▶ _About this exercise_
Starting at the line that contains "export const quoteQuery" in the listing below, write out every line word for word until you have written the line that contains "export const useSendAgain = () =>".

▶ _Available data_
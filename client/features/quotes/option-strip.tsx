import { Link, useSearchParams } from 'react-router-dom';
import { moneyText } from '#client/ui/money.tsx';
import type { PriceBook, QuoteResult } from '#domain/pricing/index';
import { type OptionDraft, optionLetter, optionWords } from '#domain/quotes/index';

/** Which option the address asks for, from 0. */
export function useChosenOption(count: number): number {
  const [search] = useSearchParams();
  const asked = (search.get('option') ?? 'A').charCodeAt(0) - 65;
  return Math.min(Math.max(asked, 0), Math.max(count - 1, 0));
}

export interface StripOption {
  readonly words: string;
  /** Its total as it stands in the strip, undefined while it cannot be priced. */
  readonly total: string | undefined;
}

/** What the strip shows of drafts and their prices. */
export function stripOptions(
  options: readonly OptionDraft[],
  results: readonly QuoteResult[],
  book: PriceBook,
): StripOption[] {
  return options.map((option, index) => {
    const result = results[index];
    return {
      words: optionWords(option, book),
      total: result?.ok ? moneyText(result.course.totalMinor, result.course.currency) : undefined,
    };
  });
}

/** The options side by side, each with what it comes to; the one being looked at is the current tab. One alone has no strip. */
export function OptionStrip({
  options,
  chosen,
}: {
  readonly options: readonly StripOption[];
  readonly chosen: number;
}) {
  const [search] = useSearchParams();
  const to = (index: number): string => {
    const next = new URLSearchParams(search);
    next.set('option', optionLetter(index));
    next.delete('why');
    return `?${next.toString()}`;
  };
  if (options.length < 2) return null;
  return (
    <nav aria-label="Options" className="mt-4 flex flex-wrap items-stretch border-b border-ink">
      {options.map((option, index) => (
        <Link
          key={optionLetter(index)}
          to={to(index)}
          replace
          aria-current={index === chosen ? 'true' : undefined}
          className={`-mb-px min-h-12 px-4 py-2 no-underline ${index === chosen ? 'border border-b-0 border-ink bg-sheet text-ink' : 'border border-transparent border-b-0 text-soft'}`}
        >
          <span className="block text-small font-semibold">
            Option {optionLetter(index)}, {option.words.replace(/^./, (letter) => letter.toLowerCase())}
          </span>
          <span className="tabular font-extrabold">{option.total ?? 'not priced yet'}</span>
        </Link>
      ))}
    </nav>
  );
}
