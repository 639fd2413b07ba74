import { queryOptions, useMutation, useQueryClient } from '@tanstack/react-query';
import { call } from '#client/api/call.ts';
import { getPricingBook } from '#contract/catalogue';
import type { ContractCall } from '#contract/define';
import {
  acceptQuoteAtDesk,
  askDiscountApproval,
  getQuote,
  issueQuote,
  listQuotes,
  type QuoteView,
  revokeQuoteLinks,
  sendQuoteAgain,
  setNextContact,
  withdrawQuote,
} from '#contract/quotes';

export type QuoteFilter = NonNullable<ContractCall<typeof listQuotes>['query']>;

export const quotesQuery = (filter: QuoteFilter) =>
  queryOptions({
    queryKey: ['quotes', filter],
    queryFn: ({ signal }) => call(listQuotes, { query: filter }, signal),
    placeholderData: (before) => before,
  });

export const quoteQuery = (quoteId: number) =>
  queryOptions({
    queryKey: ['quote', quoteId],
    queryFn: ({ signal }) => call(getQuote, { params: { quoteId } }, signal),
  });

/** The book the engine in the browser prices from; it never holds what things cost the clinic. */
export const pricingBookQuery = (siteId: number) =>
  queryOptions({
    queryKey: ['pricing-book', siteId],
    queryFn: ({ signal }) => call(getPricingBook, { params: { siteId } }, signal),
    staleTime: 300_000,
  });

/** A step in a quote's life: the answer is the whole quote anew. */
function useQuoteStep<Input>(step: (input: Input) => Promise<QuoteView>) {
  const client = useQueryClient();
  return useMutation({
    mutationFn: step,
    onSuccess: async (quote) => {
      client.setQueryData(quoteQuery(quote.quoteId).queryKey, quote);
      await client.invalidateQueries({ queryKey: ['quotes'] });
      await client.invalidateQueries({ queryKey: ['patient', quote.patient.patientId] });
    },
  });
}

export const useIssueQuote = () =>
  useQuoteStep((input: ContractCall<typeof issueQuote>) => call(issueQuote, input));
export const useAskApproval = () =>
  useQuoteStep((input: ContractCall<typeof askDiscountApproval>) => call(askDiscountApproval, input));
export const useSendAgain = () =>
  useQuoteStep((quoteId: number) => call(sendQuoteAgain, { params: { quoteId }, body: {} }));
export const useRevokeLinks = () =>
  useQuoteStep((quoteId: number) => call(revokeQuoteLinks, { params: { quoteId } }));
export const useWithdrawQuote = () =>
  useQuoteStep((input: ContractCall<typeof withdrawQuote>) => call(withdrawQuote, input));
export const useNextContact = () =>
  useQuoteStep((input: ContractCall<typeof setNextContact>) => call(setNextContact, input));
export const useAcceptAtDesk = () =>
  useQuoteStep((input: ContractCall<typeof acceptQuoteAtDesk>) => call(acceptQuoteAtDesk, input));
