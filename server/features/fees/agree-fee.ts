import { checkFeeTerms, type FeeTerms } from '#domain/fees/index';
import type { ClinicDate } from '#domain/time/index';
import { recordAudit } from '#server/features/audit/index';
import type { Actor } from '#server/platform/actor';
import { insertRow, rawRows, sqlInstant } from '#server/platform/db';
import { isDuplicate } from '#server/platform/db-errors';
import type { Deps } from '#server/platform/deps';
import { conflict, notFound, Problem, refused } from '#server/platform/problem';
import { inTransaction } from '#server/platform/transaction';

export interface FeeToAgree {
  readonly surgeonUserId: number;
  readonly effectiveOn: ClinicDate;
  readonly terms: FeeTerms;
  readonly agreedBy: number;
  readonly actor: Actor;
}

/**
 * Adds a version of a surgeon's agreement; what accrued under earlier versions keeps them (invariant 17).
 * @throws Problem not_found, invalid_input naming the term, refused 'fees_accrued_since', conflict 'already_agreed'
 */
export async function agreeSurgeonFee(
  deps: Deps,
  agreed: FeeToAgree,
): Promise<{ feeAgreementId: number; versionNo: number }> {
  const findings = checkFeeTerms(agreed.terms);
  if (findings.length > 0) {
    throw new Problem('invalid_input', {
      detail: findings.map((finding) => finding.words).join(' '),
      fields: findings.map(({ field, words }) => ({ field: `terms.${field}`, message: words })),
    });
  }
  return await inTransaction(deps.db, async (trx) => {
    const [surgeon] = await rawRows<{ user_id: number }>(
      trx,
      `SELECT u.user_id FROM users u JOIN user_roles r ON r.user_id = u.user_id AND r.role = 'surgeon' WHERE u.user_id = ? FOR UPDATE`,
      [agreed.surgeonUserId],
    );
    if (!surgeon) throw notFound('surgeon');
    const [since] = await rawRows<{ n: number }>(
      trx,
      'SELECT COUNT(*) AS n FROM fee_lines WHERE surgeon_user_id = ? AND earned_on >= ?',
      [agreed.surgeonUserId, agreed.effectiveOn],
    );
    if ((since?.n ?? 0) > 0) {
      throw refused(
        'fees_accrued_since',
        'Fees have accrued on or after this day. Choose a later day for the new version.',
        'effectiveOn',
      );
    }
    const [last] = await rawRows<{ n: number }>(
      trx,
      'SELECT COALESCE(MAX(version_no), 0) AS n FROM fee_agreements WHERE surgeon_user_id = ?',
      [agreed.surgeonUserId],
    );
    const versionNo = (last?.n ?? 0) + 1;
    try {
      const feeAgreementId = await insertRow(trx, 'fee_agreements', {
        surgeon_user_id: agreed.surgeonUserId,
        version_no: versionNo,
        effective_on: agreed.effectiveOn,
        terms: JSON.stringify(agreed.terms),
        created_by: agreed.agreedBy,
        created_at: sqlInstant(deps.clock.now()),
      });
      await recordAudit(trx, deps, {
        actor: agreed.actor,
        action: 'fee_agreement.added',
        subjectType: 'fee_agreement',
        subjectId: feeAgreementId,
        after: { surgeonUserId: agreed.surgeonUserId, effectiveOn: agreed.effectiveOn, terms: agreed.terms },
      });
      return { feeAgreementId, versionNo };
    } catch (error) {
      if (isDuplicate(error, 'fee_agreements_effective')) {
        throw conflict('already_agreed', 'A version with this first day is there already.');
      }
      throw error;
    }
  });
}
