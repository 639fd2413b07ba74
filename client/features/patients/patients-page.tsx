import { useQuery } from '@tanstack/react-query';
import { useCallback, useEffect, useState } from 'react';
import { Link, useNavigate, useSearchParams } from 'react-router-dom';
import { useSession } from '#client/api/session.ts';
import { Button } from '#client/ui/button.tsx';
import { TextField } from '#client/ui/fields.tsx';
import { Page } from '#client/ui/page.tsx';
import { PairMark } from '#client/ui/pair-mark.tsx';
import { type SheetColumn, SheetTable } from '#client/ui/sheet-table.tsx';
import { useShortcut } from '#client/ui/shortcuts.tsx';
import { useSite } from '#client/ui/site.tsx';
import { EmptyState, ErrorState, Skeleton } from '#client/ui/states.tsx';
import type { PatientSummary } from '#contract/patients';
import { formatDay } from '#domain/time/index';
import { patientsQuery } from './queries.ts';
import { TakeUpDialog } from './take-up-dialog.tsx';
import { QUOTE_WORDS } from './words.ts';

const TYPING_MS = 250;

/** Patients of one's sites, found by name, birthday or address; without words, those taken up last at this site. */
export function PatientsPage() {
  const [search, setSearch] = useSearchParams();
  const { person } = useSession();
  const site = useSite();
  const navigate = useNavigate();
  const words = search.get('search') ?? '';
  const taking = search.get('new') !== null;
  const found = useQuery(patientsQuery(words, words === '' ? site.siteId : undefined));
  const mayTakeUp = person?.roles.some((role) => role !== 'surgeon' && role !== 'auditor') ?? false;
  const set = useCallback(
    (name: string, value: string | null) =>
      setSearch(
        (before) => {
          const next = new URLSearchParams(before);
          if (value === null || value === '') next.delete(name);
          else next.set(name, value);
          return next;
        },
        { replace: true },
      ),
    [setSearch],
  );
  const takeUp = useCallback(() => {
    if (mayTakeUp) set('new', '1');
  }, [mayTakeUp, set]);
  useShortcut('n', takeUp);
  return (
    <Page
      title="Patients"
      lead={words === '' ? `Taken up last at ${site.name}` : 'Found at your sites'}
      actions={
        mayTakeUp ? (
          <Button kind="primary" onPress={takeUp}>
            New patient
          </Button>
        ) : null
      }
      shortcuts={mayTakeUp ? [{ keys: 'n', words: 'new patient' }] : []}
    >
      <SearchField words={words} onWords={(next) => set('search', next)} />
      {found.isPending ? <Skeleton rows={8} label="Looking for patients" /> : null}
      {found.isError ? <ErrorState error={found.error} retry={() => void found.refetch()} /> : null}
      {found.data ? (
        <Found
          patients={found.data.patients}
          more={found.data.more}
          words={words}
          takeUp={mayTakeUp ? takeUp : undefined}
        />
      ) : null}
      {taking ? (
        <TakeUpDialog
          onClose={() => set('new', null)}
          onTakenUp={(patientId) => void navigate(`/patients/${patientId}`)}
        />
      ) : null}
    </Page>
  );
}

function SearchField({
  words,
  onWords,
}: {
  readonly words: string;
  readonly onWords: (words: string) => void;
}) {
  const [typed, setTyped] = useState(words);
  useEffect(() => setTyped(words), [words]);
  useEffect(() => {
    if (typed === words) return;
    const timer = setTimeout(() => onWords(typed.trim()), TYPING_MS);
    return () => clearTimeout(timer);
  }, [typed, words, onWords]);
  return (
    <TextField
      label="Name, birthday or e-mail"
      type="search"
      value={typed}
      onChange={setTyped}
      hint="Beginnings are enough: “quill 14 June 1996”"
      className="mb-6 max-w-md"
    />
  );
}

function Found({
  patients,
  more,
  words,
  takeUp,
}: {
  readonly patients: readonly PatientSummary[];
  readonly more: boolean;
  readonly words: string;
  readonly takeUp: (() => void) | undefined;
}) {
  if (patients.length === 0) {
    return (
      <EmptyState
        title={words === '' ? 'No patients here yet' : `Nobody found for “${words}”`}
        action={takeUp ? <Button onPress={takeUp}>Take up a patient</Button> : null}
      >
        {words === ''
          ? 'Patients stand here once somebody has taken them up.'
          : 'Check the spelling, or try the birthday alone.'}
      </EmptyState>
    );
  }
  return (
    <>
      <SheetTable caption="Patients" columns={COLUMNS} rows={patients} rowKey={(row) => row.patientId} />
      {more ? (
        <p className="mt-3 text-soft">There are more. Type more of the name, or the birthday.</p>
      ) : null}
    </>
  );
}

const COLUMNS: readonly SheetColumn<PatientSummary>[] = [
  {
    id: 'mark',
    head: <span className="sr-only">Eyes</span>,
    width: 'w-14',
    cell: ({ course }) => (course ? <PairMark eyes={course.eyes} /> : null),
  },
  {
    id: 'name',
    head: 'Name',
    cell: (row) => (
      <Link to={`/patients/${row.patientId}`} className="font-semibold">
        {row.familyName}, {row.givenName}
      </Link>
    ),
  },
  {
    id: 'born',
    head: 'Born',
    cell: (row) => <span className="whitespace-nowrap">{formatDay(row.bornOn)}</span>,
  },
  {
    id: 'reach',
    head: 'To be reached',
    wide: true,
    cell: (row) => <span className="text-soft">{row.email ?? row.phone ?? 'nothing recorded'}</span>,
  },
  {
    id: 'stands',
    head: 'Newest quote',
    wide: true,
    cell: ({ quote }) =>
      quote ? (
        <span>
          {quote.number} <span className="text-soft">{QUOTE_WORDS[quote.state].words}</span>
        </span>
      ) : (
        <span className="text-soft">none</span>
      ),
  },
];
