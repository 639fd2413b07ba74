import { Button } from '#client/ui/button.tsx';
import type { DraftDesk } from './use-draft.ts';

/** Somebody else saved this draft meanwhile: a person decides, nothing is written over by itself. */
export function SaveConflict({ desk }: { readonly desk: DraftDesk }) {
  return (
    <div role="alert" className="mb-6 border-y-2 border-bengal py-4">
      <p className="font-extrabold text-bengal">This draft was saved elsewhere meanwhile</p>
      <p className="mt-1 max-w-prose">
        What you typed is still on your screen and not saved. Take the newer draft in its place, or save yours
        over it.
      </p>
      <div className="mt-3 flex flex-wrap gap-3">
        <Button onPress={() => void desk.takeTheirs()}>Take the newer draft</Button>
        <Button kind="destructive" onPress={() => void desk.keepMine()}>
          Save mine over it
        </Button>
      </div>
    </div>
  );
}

▶ _Answer to the exercise_
export const quoteQuery = (quoteId: number) =>
  queryOptions({
    queryKey: ['quote', quoteId],
    queryFn: ({ signal }) => call(getQuote, { params: { quoteId } }, signal),
  });

/** The book the engine in the browser prices from; it never holds what things cost the clinic. */
export const pricingBookQuery = (siteId: number) =>
  queryOptions({
    queryKey: ['pricing-book', siteId],
    queryFn: ({ signal }) => call(getPricingBook, { params: { siteId } }, signal),
    staleTime: 300_000,
  });

/** A step in a quote's life: the answer is the whole quote anew. */
function useQuoteStep<Input>(step: (input: Input) => Promise<QuoteView>) {
  const client = useQueryClient();
  return useMutation({
    mutationFn: step,
    onSuccess: async (quote) => {
      client.setQueryData(quoteQuery(quote.quoteId).queryKey, quote);
      await client.invalidateQueries({ queryKey: ['quotes'] });
      await client.invalidateQueries({ queryKey: ['patient', quote.patient.patientId] });
    },
  });
}

export const useIssueQuote = () =>
  useQuoteStep((input: ContractCall<typeof issueQuote>) => call(issueQuote, input));
export const useAskApproval = () =>
  useQuoteStep((input: ContractCall<typeof askDiscountApproval>) => call(askDiscountApproval, input));
export const useSendAgain = () =>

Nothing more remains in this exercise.